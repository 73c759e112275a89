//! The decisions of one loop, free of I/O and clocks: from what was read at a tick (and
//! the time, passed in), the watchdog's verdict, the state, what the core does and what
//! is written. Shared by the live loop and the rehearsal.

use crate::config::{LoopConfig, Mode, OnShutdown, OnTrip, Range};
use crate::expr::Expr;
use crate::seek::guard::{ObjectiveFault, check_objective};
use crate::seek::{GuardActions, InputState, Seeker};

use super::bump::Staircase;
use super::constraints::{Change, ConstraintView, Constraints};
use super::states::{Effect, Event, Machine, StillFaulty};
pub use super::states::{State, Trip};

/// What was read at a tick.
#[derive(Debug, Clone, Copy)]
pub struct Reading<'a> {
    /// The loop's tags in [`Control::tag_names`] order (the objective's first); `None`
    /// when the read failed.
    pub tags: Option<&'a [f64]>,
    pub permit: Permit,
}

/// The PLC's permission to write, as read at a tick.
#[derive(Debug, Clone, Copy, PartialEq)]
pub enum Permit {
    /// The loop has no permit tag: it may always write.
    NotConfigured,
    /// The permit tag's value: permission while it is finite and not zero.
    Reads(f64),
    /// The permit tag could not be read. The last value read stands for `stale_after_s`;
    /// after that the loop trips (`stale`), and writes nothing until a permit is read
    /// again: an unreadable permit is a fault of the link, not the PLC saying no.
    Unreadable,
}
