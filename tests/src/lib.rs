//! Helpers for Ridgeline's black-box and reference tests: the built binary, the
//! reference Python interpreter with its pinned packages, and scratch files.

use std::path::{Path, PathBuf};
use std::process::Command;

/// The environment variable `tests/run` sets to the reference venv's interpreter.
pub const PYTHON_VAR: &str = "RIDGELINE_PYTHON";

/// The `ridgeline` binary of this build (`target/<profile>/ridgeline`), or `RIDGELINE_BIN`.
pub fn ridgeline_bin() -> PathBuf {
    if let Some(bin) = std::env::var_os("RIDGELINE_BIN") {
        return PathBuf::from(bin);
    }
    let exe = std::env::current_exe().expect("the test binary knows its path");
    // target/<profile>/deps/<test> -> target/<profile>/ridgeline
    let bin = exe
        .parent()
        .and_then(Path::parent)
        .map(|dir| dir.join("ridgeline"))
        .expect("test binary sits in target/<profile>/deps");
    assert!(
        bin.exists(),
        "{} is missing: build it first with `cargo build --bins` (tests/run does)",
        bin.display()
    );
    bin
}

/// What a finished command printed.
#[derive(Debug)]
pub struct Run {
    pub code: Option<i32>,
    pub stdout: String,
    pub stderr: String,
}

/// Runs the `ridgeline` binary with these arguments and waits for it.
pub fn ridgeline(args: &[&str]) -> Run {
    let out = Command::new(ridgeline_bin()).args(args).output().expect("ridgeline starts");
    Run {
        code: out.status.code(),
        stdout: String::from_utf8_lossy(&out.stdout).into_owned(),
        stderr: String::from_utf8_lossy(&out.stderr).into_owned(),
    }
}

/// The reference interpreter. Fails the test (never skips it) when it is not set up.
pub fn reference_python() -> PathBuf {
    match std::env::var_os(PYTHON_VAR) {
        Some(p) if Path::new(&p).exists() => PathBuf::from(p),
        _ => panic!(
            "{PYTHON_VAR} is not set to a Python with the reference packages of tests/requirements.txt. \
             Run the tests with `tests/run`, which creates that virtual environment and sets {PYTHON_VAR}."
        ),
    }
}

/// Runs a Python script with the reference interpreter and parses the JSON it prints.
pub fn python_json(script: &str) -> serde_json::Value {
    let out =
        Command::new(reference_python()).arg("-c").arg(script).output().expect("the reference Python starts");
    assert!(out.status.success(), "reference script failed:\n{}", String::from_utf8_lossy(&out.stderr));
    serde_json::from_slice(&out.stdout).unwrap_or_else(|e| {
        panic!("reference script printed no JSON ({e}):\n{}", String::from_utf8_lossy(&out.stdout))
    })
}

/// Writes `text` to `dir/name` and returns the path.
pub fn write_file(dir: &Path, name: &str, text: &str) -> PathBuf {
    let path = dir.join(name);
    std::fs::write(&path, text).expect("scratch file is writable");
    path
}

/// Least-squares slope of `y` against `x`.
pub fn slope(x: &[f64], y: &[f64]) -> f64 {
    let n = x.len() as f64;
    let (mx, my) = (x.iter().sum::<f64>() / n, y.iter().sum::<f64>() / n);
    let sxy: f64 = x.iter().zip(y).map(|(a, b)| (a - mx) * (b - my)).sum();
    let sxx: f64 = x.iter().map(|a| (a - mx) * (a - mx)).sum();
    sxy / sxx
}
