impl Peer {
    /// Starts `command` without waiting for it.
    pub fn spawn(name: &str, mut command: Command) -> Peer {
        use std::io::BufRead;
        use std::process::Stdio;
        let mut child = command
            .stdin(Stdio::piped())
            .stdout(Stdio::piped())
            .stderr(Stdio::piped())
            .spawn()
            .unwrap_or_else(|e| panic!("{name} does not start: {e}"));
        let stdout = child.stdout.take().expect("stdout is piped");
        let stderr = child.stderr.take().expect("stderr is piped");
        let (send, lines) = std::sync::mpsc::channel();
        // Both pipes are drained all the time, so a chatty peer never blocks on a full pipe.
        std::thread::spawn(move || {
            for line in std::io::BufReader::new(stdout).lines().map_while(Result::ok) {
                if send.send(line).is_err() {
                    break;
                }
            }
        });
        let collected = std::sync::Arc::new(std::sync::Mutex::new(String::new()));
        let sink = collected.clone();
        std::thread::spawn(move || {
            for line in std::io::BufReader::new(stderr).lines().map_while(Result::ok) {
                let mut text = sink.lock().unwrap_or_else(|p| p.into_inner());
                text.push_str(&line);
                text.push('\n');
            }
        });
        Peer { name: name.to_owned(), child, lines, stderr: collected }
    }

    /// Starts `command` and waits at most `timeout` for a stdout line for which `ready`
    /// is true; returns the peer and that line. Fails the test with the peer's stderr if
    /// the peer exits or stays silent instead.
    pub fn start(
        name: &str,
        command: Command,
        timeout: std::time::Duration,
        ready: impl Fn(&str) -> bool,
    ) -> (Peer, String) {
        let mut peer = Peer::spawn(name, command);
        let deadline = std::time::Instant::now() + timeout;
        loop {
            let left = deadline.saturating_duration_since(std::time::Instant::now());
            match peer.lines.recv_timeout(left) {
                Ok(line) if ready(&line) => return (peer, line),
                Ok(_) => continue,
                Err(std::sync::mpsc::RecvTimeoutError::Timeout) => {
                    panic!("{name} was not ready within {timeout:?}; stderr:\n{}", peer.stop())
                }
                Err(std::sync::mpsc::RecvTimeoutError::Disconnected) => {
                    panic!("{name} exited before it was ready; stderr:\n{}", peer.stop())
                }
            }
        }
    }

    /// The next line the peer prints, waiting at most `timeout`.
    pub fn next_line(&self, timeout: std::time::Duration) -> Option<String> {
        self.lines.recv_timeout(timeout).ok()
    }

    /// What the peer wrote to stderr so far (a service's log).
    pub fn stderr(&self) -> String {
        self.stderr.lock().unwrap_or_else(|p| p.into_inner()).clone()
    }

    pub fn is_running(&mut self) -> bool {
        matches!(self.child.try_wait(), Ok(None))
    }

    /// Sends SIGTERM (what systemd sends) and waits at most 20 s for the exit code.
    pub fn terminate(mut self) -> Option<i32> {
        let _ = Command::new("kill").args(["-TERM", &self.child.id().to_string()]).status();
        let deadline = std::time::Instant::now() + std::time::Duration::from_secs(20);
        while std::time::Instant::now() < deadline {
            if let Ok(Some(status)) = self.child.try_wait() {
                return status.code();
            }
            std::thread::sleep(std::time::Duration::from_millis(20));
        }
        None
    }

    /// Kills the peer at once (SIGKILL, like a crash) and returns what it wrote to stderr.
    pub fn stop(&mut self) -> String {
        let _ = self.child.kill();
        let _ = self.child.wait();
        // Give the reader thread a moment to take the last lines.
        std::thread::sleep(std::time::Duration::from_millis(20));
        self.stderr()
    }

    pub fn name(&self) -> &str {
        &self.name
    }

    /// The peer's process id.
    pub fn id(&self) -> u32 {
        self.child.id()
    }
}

****************

[WORK TO COMPLETE] Lines holding the word "prints" are the answer; copy each one from the records above.

[COMPLETED EXERCISE]
/// Runs a Python script with the reference interpreter and parses the JSON it prints.
    /// The next line the peer prints, waiting at most `timeout`.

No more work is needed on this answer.